# AXLE pin craddle front casing 9N/8N



## Tiger Joe (Aug 15, 2020)

Rebuilding 9N front bushing and axle pin , someone put an 8N casing on it which is different than 9N and they have washers and spacers 2 long and short for axle pin. I have none in mine so I bpught 3 washers and a short spacer to take up free space in axle pin. Should I put on original casing or does it matter ?
Photo 1 and 2 are for 8N and is a cradle for 8N ,#1 is my 8N CRADLE ON MY 9n
#3 is a 9N cradle
The Last photo SHOWS an 8n AXLE, WASHERS (2) AND SPACER
Do I need these on my 9N since the cradle is a 8N?


----------



## sixbales (May 18, 2011)

Good Morning Tiger Joe,

Last year I changed the axle pin and bushing on my Ford 3600 tractor. No washers and no spacers. If you look at the attached parts diagrams for a 9N and 8N, you will see no washers or spacers. My axle is basically centered on the pin. The radius rods hold the axle relatively centered on the axle pin. There must be a difference in the 9N/8N support castings to cause someone to put washers and spacer on your axle pin? I would install a 9N support on your tractor and leave the washers/spacers off.

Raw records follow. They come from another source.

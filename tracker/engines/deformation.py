"""Segmental deformation indices from per-segment longitudinal strain and time to peak.

Inputs are ``{segment_number: value}`` mappings of one model (see
:mod:`tracker.engines.segments`): peak longitudinal strain and peak systolic
strain in % (negative = shortening), time to peak in ms from QRS onset.
A value is valid when it is a finite number (time to peak also >= 0);
invalid or absent segments are left out and counted.

Terms (Voigt JU et al., EHJ-CVI 2015;16:1-11, task-force definitions [M]):
peak strain = most negative strain over the whole cycle; peak systolic strain
= most negative strain before aortic valve closure (AVC); time to peak (TTP)
= QRS onset to peak negative strain, post-systolic peaks included
(Haland 2016; Haugaa 2010 [V]).

Every flag here is decision support only: the treating clinician decides,
following local protocols and the current guideline.  Segmental values
depend on vendor and software; compare like with like.
"""

from __future__ import annotations

import math
import statistics
from collections.abc import Mapping
from dataclasses import dataclass

import numpy as np
from numpy.typing import ArrayLike

from tracker.engines import segments as seg

# --- derived measure codes ---
GLS_SEGAVG = "gls_segavg"  # %, mean of valid segmental peak LS
GLS_SEGAVG_N = "gls_segavg_n"  # count of segments in that mean
RELAPS = "relaps"  # ratio
MECH_DISPERSION = "mech_dispersion"  # ms, sample SD of TTP over the 16 LV segments
MECH_DISPERSION_N = "mech_dispersion_n"  # count of segments in that SD
PSI_GLOBAL = "psi_global"  # %
DERIVED_CODES = (GLS_SEGAVG, GLS_SEGAVG_N, RELAPS, MECH_DISPERSION, MECH_DISPERSION_N, PSI_GLOBAL)

CAUTION = (
    "Decision support only: the treating clinician decides; follow local protocols and the "
    "current guideline. Segmental strain is vendor- and software-dependent."
)

# Minimum number of valid segments for a global mean or a dispersion.
# Engineering default (no published minimum found); verify.
DEFAULT_MIN_SEGMENTS = 12

# Relative apical sparing: Phelan D et al., Heart 2012;98:1442-8 -- cut-off >= 1.0 [V].
RELAPS_PATTERN_AT_LEAST = 1.0
RELAPS_CAUTION = (
    "Relative apical sparing ratio >= 1.0 is a pattern flag (Phelan 2012: amyloidosis vs "
    "HCM/aortic-stenosis LVH, sensitivity 93%, specificity 82%). Later multicentre data show "
    "overlap with other causes of hypertrophy (Cotella 2024): a flag for review, not a diagnosis."
)

# Near-zero segment among normally deforming neighbours: thresholds are an
# engineering choice, common practice, verify (no published definition found).
NEAR_ZERO_ABS_PCT = 5.0  # |strain| < 5 % = near zero
NORMAL_NEIGHBOUR_BELOW_PCT = -15.0  # neighbour strain < -15 % = normally deforming
MIN_VALID_NEIGHBOURS = 2

# Mechanical dispersion reference: Haland TF et al., EHJ-CVI 2016;17:613-21 [V].
MD_REFERENCE = (
    "Haland 2016: healthy 36 +/- 13 ms, HCM 64 +/- 22 ms; no universal cut-off. "
    "Stored as a continuous value with its segment count."
)
# Global post-systolic index reference: Brainin P et al., Int J Cardiovasc Imaging 2019 [V].
PSI_REFERENCE = "Brainin 2019 (620 healthy adults): global PSI median 2.0% (IQR 0.7-4.8)."


def _valid(values: Mapping[int, float], numbers: tuple[int, ...], *, nonneg: bool = False) -> dict[int, float]:
    out = {}
    for n in numbers:
        v = values.get(n)
        if v is None:
            continue
        v = float(v)
        if math.isfinite(v) and (not nonneg or v >= 0):
            out[n] = v
    return out


# ---------------------------------------------------------------------------
# From sampled curves
# ---------------------------------------------------------------------------

@dataclass(frozen=True)
class CurvePeaks:
    """Peaks of strain curves; arrays have the curves' leading shape."""

    peak_pct: np.ndarray  # most negative strain over the whole cycle
    peak_systolic_pct: np.ndarray  # most negative strain at t <= AVC
    time_to_peak_ms: np.ndarray  # time of peak_pct from QRS onset


def curve_peaks(t_ms: ArrayLike, strain_pct: ArrayLike, avc_ms: float) -> CurvePeaks:
    """Peak strain, peak systolic strain and time to peak from sampled curves.

    ``t_ms``: 1-D sample times from QRS onset (ms); ``strain_pct``: array of
    shape (..., len(t_ms)), one curve per row (e.g. one per segment);
    ``avc_ms``: aortic valve closure time from QRS onset.  Definitions as in
    the module docstring (Voigt 2015 [M]; TTP per Haland 2016 [V]).
    NaN samples are ignored; an all-NaN curve gives NaN.
    """
    t = np.asarray(t_ms, dtype=float)
    e = np.asarray(strain_pct, dtype=float)
    if t.ndim != 1 or e.shape[-1] != t.shape[0]:
        raise ValueError("strain_pct must have the sample axis last, matching t_ms")
    filled = np.where(np.isnan(e), np.inf, e)
    idx = np.argmin(filled, axis=-1)
    peak = np.take_along_axis(filled, idx[..., None], axis=-1)[..., 0]
    all_nan = np.isinf(peak)
    systolic = np.where(t <= avc_ms, filled, np.inf)
    peak_sys = systolic.min(axis=-1)
    return CurvePeaks(
        peak_pct=np.where(all_nan, np.nan, peak),
        peak_systolic_pct=np.where(np.isinf(peak_sys), np.nan, peak_sys),
        time_to_peak_ms=np.where(all_nan, np.nan, t[idx]),
    )


# ---------------------------------------------------------------------------
# Global average longitudinal strain
# ---------------------------------------------------------------------------

@dataclass(frozen=True)
class SegmentMean:
    value_pct: float | None  # None when too few valid segments
    n_valid: int
    n_segments: int
    segments_used: tuple[int, ...]
    reason: str | None = None


def global_average_strain(
    values: Mapping[int, float], model_id: str = seg.AHA17, *, min_segments: int = DEFAULT_MIN_SEGMENTS
) -> SegmentMean:
    """Global average longitudinal strain (%) = mean of the valid segmental peak values.

    Averages all segments of the model (the AHA 17 model includes the apex).
    Definition: segment-average global strain (Voigt 2015 task force [M]);
    vendors usually compute GLS from the whole-wall trace, so this may differ
    from the vendor's own GLS value.  Returns the count of segments used.
    """
    numbers = seg.segment_numbers(model_id)
    ok = _valid(values, numbers)
    n = len(ok)
    if n < max(1, min_segments):
        return SegmentMean(None, n, len(numbers), tuple(ok), f"only {n} valid segments (minimum {min_segments})")
    return SegmentMean(statistics.fmean(ok.values()), n, len(numbers), tuple(ok))


# ---------------------------------------------------------------------------
# Relative apical sparing
# ---------------------------------------------------------------------------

New Holland 9N - FORD 4 CYL AG TRACTOR(01/39 - 12/41) Parts


New Holland 9N - FORD 4 CYL AG TRACTOR(01/39 - 12/41) Parts



www.messicks.com













New Holland 8N - FORD 4 CYL AG TRACTOR(01/47 - 12/52) Parts


New Holland 8N - FORD 4 CYL AG TRACTOR(01/47 - 12/52) Parts



www.messicks.com


----------



## Tiger Joe (Aug 15, 2020)

sixbales said:


> Good Morning Tiger Joe,
> 
> Last year I changed the axle pin and bushing on my Ford 3600 tractor. No washers and no spacers. If you look at the attached parts diagrams for a 9N and 8N, you will see no washers or spacers. My axle is basically centered on the pin. The radius rods hold the axle relatively centered on the axle pin. There must be a difference in the 9N/8N support castings to cause someone to put washers and spacer on your axle pin? I would install a 9N support on your tractor and leave the washers/spacers off.
> 
> ...


The


----------



## Tiger Joe (Aug 15, 2020)

sixbales said:


> Good Morning Tiger Joe,
> 
> Last year I changed the axle pin and bushing on my Ford 3600 tractor. No washers and no spacers. If you look at the attached parts diagrams for a 9N and 8N, you will see no washers or spacers. My axle is basically centered on the pin. The radius rods hold the axle relatively centered on the axle pin. There must be a difference in the 9N/8N support castings to cause someone to put washers and spacer on your axle pin? I would install a 9N support on your tractor and leave the washers/spacers off.
> 
> ...


The smaller casing photo is my 9n with a 8n cradle , the 9n is square grey and has large hole at bottom for water 3rd photo and the plate is part of casing in front whereas the 8n you attach front plate over axle pin with bolt. I was told by OS the these washers and spacers reduce movement and prevent damage to arms, distributor, fan and radiator as it bounces up down etc...


----------



## sixbales (May 18, 2011)

I have never thought about it, but it appears to me that the designers/engineers allowed for the axle to move forward and aft as necessary plus rotation on the axle pin. The radius rods hold the axle relatively centered on the axle pin. I operate my tractor on flat land so I do not have much axle motion.


----------